Каждую поправку, принятую большинством голосов, Дону волей-неволей приходилось записывать, так как он принял на себя роль редактора. Он меланхолически переворачивал листок и на обратной стороне записывал принятое постановление, против которого нередко сам восставал.[834] Эти листки сохранились и представляют собою курьезный документ. Нередко написанное на одной стороне идет вразрез с тем, что написано с другой, recto[835] мы видим собственную мысль Дону, verso[836] – формулированную им по желанию собрания. Что касается Сийэса, то если он кой в чем и выиграл, все же в самом существенном его работа пропала даром: все было искажено, он не узнавал своей идеи.
Система списков нотаблей, передача избирательного права народом сенату прошли вопреки желанию Дону. Сговорились также относительно учреждения трибуната и законодательного корпуса. Булэ восстал против права поглощения и убедил отменить его, несмотря на протесты Сийэса. Самую главную трудность, казалось, представляла собой организация исполнительной власти. Но власть сама неудержимой силою вещей благодаря ослаблению воли противников шла в руки Бонапарта. Она переходила к нему понемногу, по частям, рядом последовательных отречений.
По первоначальной концепции Бонапарт, Великий Избиратель, парил над правительством, не участвуя в его трудах, парил в бездействии над обоими консулами. Булэ в своем проекте заставил его сойти с облаков; он делал его самого консулом и даже первым консулом; сажал его между двух коллег с тем, чтобы он обсуждал с ними выбор чиновников и все административные и правительственные меры, чтобы голос его обеспечивал коллективные постановления и создавал большинство. Дону шел дальше: одним из своих параграфов он предоставлял первому консулу право назначать единоличною своею властью всех агентов, назначение которых зависело от исполнительного комитета.
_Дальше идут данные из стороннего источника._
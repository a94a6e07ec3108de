// Where reports meet uploads and fees: a photo the engineer chose appears in the report, and a firm
// that makes downloads wait for the fee holds the client's download until an invoice is paid.
import { execFileSync } from "node:child_process";
import { mkdtemp, rm, writeFile } from "node:fs/promises";
import { tmpdir } from "node:os";
import path from "node:path";
import sharp from "sharp";
import { afterAll, beforeAll, describe, expect, it } from "vitest";
import * as issueRoute from "@/app/api/v1/reports/revisions/[revisionId]/issue/route";
import * as reportsRoute from "@/app/api/v1/reports/route";
import { saveFeeSettingsAction } from "@/app/(app)/settings/fees/actions";
import { lucia } from "@/lib/auth/lucia";
import type { Actor } from "@/lib/auth/actor";
import { curateRoomFile, uploadRoomFile } from "@/lib/storage/room-files";
import { objectStorage } from "@/lib/storage/storage";
import { startFakeS3, type FakeS3Handle } from "@/scripts/services/fake-s3";
import { actAs, callRoute, userIdOf } from "../support/act-as";
import { demoIds, getPdf } from "./reports-support";
import { resetTables, testDb } from "./support/db";

let s3: FakeS3Handle;
let dir: string;
let ids: Awaited<ReturnType<typeof demoIds>>;

async function engineer(): Promise<Actor> {
  const id = await userIdOf("engineer");
  const { user } = await lucia.validateSession((await lucia.createSession(id, {})).id);
  return { userId: id, firmId: user!.firmId, role: "engineer", email: user!.email, name: user!.name, unitSystem: user!.unitSystem };
}

beforeAll(async () => {
  await resetTables();
  dir = await mkdtemp(path.join(tmpdir(), "eigenroom-s3-"));
  s3 = await startFakeS3({ port: 0, dir, bucket: "eigenroom-gates", log: () => {} });
  Object.assign(process.env, { S3_ENDPOINT: s3.endpoint, S3_BUCKET: "eigenroom-gates", S3_ACCESS_KEY_ID: s3.accessKeyId, S3_SECRET_ACCESS_KEY: s3.secretAccessKey, S3_REGION: "us-east-1" });
  ids = await demoIds();
});

afterAll(async () => {
  await s3?.stop();
  if (dir) await rm(dir, { recursive: true, force: true });
});

async function issueReport(): Promise<string> {
  await actAs("engineer");
  const treated = ids.scenarios.filter((s) => !s.is_baseline).map((s) => s.id);
  const draft = await callRoute(reportsRoute.POST, { body: { roomId: ids.roomId, scenarioIds: treated, paperSize: "A4" } });
  expect(draft.status, JSON.stringify(draft.json)).toBe(201);
  const revisionId: string = draft.json.revision.id;
  const issued = await callRoute(issueRoute.POST, { params: { revisionId }, body: {} });
  expect(issued.status, JSON.stringify(issued.json)).toBe(200);
  return revisionId;
}

describe("report photos and the fee gate", () => {
  let revisionId: string;

  it("a photo chosen for the report is drawn in the issued PDF (pdfimages, poppler-utils)", async () => {
    const raw = Buffer.alloc(320 * 240 * 3, 180);
    const jpeg = new Uint8Array(await sharp(raw, { raw: { width: 320, height: 240, channels: 3 } }).jpeg().toBuffer());
    const actor = await engineer();
    const file = await uploadRoomFile(testDb(), objectStorage(), actor, ids.roomId, { name: "front-wall.jpg", kind: "photo", bytes: jpeg, caption: "Front wall before treatment" });
    await curateRoomFile(testDb(), actor, ids.roomId, file.id, { includeInReport: true });
    revisionId = await issueReport();
    const pdf = await getPdf(revisionId);
    expect(pdf.status).toBe(200);
    const out = path.join(dir, "report.pdf");
    await writeFile(out, pdf.bytes);
    const images = execFileSync("pdfimages", ["-list", out], { encoding: "utf8" }).trim().split("\n").slice(2);
    expect(images.length).toBeGreaterThanOrEqual(1);
    expect(execFileSync("pdftotext", [out, "-"], { encoding: "utf8" })).toContain("Front wall before treatment");
  }, 60_000);

  it("holds the client's download while the fee is unpaid and releases it once an invoice is paid", async () => {
    await actAs("owner");
    expect((await saveFeeSettingsAction({ basis: "per-project", amount: "850.00", currency: "EUR", downloadsWaitForPayment: true })).ok).toBe(true);
    await actAs("client");
    const held = await getPdf(revisionId);
    expect(held.status).toBe(403);
    expect(JSON.parse(held.bytes.toString()).error.message).toMatch(/once the engineering fee is paid/);
    await actAs("engineer");
    expect((await getPdf(revisionId)).status).toBe(200); // staff are never held
    await testDb()
      .insertInto("invoices")
      .values({ firm_id: (await engineer()).firmId, project_id: ids.projectId, amount_minor: 85000, currency: "EUR", status: "paid", description: "Engineering fee", paid_at: new Date() } as never)
      .execute();
    await actAs("client");
    expect((await getPdf(revisionId)).status).toBe(200);
  });
});
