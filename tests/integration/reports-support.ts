// Helpers of the report integration tests: the demo room, its scenarios, PDF downloads, the outbox.
import { sql } from "kysely";
import * as pdfRoute from "@/app/api/v1/reports/revisions/[revisionId]/pdf/route";
import { testDb } from "./support/db";

export async function demoIds() {
  const db = testDb();
  const project = await db.selectFrom("projects").select("id").where("name", "=", "Hollis media room").executeTakeFirstOrThrow();
  const room = await db.selectFrom("rooms").select(["id", "name"]).where("project_id", "=", project.id).executeTakeFirstOrThrow();
  const scenarios = await db.selectFrom("scenarios").select(["id", "name", "is_baseline"]).where("room_id", "=", room.id).orderBy("is_baseline", "desc").orderBy("sort_order").execute();
  return { projectId: project.id, roomId: room.id, roomName: room.name, scenarios };
}

/** GET the PDF route as Next would; returns status and bytes (or the JSON error). */
export async function getPdf(revisionId: string): Promise<{ status: number; bytes: Buffer; type: string }> {
  const res = await pdfRoute.GET(new Request(`http://eigenroom.test/api/v1/reports/revisions/${revisionId}/pdf`), { params: Promise.resolve({ revisionId }) });
  return { status: res.status, bytes: Buffer.from(await res.arrayBuffer()), type: res.headers.get("content-type") ?? "" };
}

export async function outboxCount(): Promise<number> {
  const r = await sql<{ n: number }>`select count(*)::int as n from dev_outbox`.execute(testDb());
  return r.rows[0]!.n;
}

/** Waits for a message to `to` newer than `afterId` (the fake SMTP server writes asynchronously). */
export async function waitForMail(to: string, afterId: number, timeoutMs = 15_000) {
  const deadline = Date.now() + timeoutMs;
  for (;;) {
    const row = await testDb()
      .selectFrom("dev_outbox")
      .selectAll()
      .where("id", ">", afterId)
      .where(sql<boolean>`exists (select 1 from unnest(envelope_to) t where lower(t) = lower(${to}))`)
      .orderBy("id", "desc")
      .executeTakeFirst();
    if (row) return row;
    if (Date.now() > deadline) throw new Error(`no mail to ${to} arrived`);
    await new Promise((r) => setTimeout(r, 200));
  }
}

export async function lastOutboxId(): Promise<number> {
  const r = await sql<{ id: string | null }>`select max(id)::text as id from dev_outbox`.execute(testDb());
  return Number(r.rows[0]?.id ?? 0);
}
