import { priceListInputSchema } from "@/lib/schemas/build-sheet";
import { db } from "@/db/client";
import { getPriceList, savePriceList } from "@/db/queries/price-lists";
import { apiRoute, readJson } from "@/lib/api/route";

/** The firm's price list and stock sizes (`price-list.read`); `priceList` is null before the owner sets one. */
export const GET = apiRoute(async ({ actor }) => ({ body: { priceList: await getPriceList(db, actor) } }));

/** Sets the firm's price list (`price-list.manage`: owner); send the version read (0 for the first). */
export const PUT = apiRoute(async ({ request, actor }) => {
  const input = await readJson(request, priceListInputSchema);
  return { body: { priceList: await savePriceList(db, actor, input) } };
});
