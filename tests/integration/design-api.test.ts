// POST /api/v1/sizer and POST /api/v1/reflections on the demo media room (real test database): the
// answers, bad input with 400 and its fields, and who may ask (client of another project: 404).
import { beforeAll, describe, expect, it } from "vitest";
import * as reflections from "@/app/api/v1/reflections/route";
import * as sizer from "@/app/api/v1/sizer/route";
import { actAs, callRoute } from "../support/act-as";
import { resetTables, testDb } from "./support/db";
import { hollisRoomId, scenarioByName, valeRoomId } from "./workspace-support";

let room: string;
let panels: string;
let baseline: string;
const LIMITS = { maxDepthM: 0.6, verticalCorners: ["front-left", "front-right", "rear-left", "rear-right"], ceilingEdges: [{ edge: "rear", lengthM: 4.1 }], wallAreaM2: 4 };

beforeAll(async () => {
  await resetTables();
  room = await hollisRoomId();
  panels = (await scenarioByName(room, "Panels at reflection points")).id;
  baseline = (await testDb().selectFrom("scenarios").select("id").where("room_id", "=", room).where("is_baseline", "=", true).executeTakeFirstOrThrow()).id;
  await actAs("engineer");
});

describe("POST /sizer on the demo media room", () => {
  it("proposes treatment on top of a scenario, starting from that scenario's stored decay, reproducibly", async () => {
    const body = { roomId: room, scenarioId: panels, objective: "cost", limits: LIMITS };
    const a = await callRoute(sizer.POST, { body });
    expect(a.status).toBe(200);
    const p = a.json.proposal;
    expect(p.items.length).toBeGreaterThan(0);
    expect(p.bands.map((b: { nominalHz: number }) => b.nominalHz)).toEqual([63, 125, 250, 500, 1000, 2000, 4000, 8000]);
    // before = the scenario's treated Eyring time as lib/analysis stored it (same room, items and air); 1e-9 s
    const stored = await testDb().selectFrom("scenarios").select("results").where("id", "=", panels).executeTakeFirstOrThrow();
    const eyring = (stored.results as { reverb: { treated: { eyringS: number[] } } }).reverb.treated.eyringS;
    p.bands.forEach((b: { beforeS: number }, i: number) => expect(b.beforeS).toBeCloseTo(eyring[i]!, 9));
    // added absorption lowers the sized bands (Eyring decreases monotonically in A)
    for (const b of p.bands.slice(0, 3)) expect(b.afterS).toBeLessThan(b.beforeS);
    expect(p.caveat).toMatch(/Schroeder frequency/);
    expect(p.modal.frequenciesHz.length).toBe(p.modal.beforeDb.length);
    const b = await callRoute(sizer.POST, { body });
    expect(b.json).toEqual(a.json);
  });

  it("keeps every item within the user's depth limit and counts within the free corners", async () => {
    const res = await callRoute(sizer.POST, { body: { roomId: room, scenarioId: panels, objective: "depth", limits: { ...LIMITS, maxDepthM: 0.4, verticalCorners: ["rear-left", "rear-right"] } } });
    expect(res.status).toBe(200);
    for (const it of res.json.proposal.items) expect(it.projectionM).toBeLessThanOrEqual(0.4 + 1e-9);
    expect(res.json.proposal.totals.verticalCorners).toBeLessThanOrEqual(2);
  });

  it("says when the limits make the target unreachable (nothing allowed)", async () => {
    const res = await callRoute(sizer.POST, { body: { roomId: room, scenarioId: baseline, objective: "count", limits: { maxDepthM: 0, verticalCorners: [], ceilingEdges: [], wallAreaM2: 0 } } });
    expect(res.status).toBe(200);
    expect(res.json.proposal.items).toEqual([]);
    expect(res.json.proposal.reached).toBe(false);
    expect(res.json.proposal.binding.length).toBeGreaterThan(0);
  });

  it("answers an unknown objective and a negative depth with 400 naming the fields", async () => {
    const res = await callRoute(sizer.POST, { body: { roomId: room, scenarioId: panels, objective: "fastest", limits: { ...LIMITS, maxDepthM: -1 } } });
    expect(res.status).toBe(400);
    expect(Object.keys(res.json.error.fields)).toEqual(expect.arrayContaining(["objective", "limits.maxDepthM"]));
  });

  it("answers a scenario of another room with 400 on scenarioId", async () => {
    const other = await valeRoomId();
    const res = await callRoute(sizer.POST, { body: { roomId: other, scenarioId: panels, objective: "cost", limits: LIMITS } });
    expect(res.status).toBe(400);
    expect(res.json.error.fields).toHaveProperty("scenarioId");
  });

  it("hides the room from a client of another project (404) and refuses the project's client (403)", async () => {
    await actAs("client2");
    expect((await callRoute(sizer.POST, { body: { roomId: room, scenarioId: panels, objective: "cost", limits: LIMITS } })).status).toBe(404);
    await actAs("client");
    expect((await callRoute(sizer.POST, { body: { roomId: room, scenarioId: panels, objective: "cost", limits: LIMITS } })).status).toBe(403);
    await actAs("anonymous");
    expect((await callRoute(sizer.POST, { body: { roomId: room, scenarioId: panels, objective: "cost", limits: LIMITS } })).status).toBe(401);
    await actAs("engineer");
  });
});

describe("POST /reflections on the demo media room", () => {
  it("gives every speaker × seat × surface point, with the left-wall point of the main seat where mirror images put it", async () => {
    const res = await callRoute(reflections.POST, { body: { roomId: room } });
    expect(res.status).toBe(200);
    // 2 main speakers × 5 seats × 6 surfaces, none of them on a surface
    expect(res.json.points).toHaveLength(60);
    // hand computation (image source): speaker (0.35, 1.0, 1.1) mirrored in y = 0 to (0.35, −1.0, 1.1); the line to the
    // seat (3.2, 2.05, 1.1) crosses y = 0 at x = 0.35 + 2.85 · 1.0/3.05 = 1.2844 m, z = 1.1 m; tolerance 1e-4 m
    const p = res.json.points.find((x: { speakerId: string; seatId: string; surface: string }) => x.speakerId === "Front left speaker" && x.seatId === "Front centre" && x.surface === "left");
    expect(p.point[0]).toBeCloseTo(0.35 + (2.85 * 1.0) / 3.05, 4);
    expect(p.point[1]).toBeCloseTo(0, 9);
    expect(p.point[2]).toBeCloseTo(1.1, 9);
    // extra path = reflected − direct; direct = √(2.85² + 1.05²) (hand), reflected = √(2.85² + 3.05²)
    expect(p.directPathM).toBeCloseTo(Math.hypot(2.85, 1.05), 6);
    expect(p.reflectedPathM).toBeCloseTo(Math.hypot(2.85, 3.05), 6);
    expect(res.json.zones.length).toBeGreaterThan(0);
    for (const set of res.json.panels) expect(set.count).toBe(set.placements.length);
  });

  it("lists a panel that would cover the rear door as a placement problem", async () => {
    // a 1.2 × 0.6 m panel with its lower corner at u = 0.5, v = 1.0 on the rear wall overlaps the door (u 0.2–1.1, v 0–2.03)
    const res = await callRoute(reflections.POST, { body: { roomId: room, items: [{ id: "test panel", surface: "rear", uM: 0.5, vM: 1.0, widthM: 1.2, heightM: 0.6 }] } });
    expect(res.status).toBe(200);
    expect(res.json.problems.some((p: { kind: string; itemIds: string[] }) => p.kind === "covers-opening" && p.itemIds.includes("test panel"))).toBe(true);
  });

  it("answers a bad margin and a room id that is not a UUID with 400 and the fields", async () => {
    const res = await callRoute(reflections.POST, { body: { roomId: "kitchen", marginM: -1 } });
    expect(res.status).toBe(400);
    expect(Object.keys(res.json.error.fields)).toEqual(expect.arrayContaining(["roomId", "marginM"]));
  });

  it("hides the room from a client of another project (404)", async () => {
    await actAs("client2");
    expect((await callRoute(reflections.POST, { body: { roomId: room } })).status).toBe(404);
    await actAs("engineer");
  });
});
Но в статье имелась и оговорка; она заканчивалась так: “Во всех других актах исполнительной власти второй и третий консулы имеют решающий голос, как и первый”. Таким образом, первый консул все мог сделать по соглашению с тем или другим из своих коллег и ничего, если бы оба они оказались противоположного мнения. Этого Бонапарт никоим образом не мог допустить, ему нужно было, чтобы мнения навязанных ему советников никогда и ни к чему его не обязывали. И этот последний шаг был сделан: предложенная поправка принята, и Дону вместо своего собственного текста, написал на обороте листа следующие решающие строки: “В других правительственных актах второй и третий консулы имеют совещательный голос. Они подписывают протоколы заседаний, констатируя свое присутствие и, если хотят, могут тут же изложить свое мнение; после чего достаточно решения первого консула”.[837]
Этими восемью словами решалась судьба Франции, правительство снова обретало единство воли, в течение десяти лет отсутствовавшее. При этом, однако же, старались соблюсти приличие, маскировали действительность, для виду жертвовали правдой, одной из ложных идей, на которых держалась революция, – будто республика заключается в множественности глав государства. Правительственные постановления, принятые на заседании консулов и скрепленные тремя подписями, должны были казаться исходящими от коллективного правительства, тогда как на самом деле они исходили от одного человека.
Сийэс не заблуждался на этот счет; он чувствовал себя слишком жестоко проведенным и обманутым. Он не восставал, но, казалось, теперь утратил интерес ко всему. Бонапарт частным образом спросил его, какое вознаграждение он желал бы получить. В первый момент он ответил: “Никакого; я прошу только отставки”. Но весьма важно было, чтобы Сийэс не дулся, и главное, чтобы незаметно было, что он дуется. В глазах класса влиятельнейших революционеров и философов Бонапарт был бы настоящим главой, представителем, хранителем (dépositaire) революции лишь до тех пор, пока люди, подобные Сийэсу, оставались бы подле него, окружая и покрывая его своим престижем. Поэтому он продолжал частным образом видеться с теоретиком и вести с ним переговоры, как равный с равным. Сийэс был не такой человек, чтобы долго сердиться наперекор своим выгодам и удобствам, чтобы бороться за невозможное. Теперь он с каким-то фатализмом давал дорогу неизбежному в надежде, что оно только временное и пройдет, а будущее выдвинет другие комбинации. Вера его в непогрешимость его концепций не пошатнулась ни на йоту, но он считал, что Франция в данный момент еще не в состоянии оценить всю их утонченную красоту, и ему доставляло какое-то горькое удовлетворение чувствовать себя непонятым; его гордость тешило это одиночество мысли. Тем не менее он хотел спасти если уж не принципы, то хоть материальное положение своей партии и свое собственное. С его стороны не было полной капитуляции перед Бонапартом; он только пошел на сделку.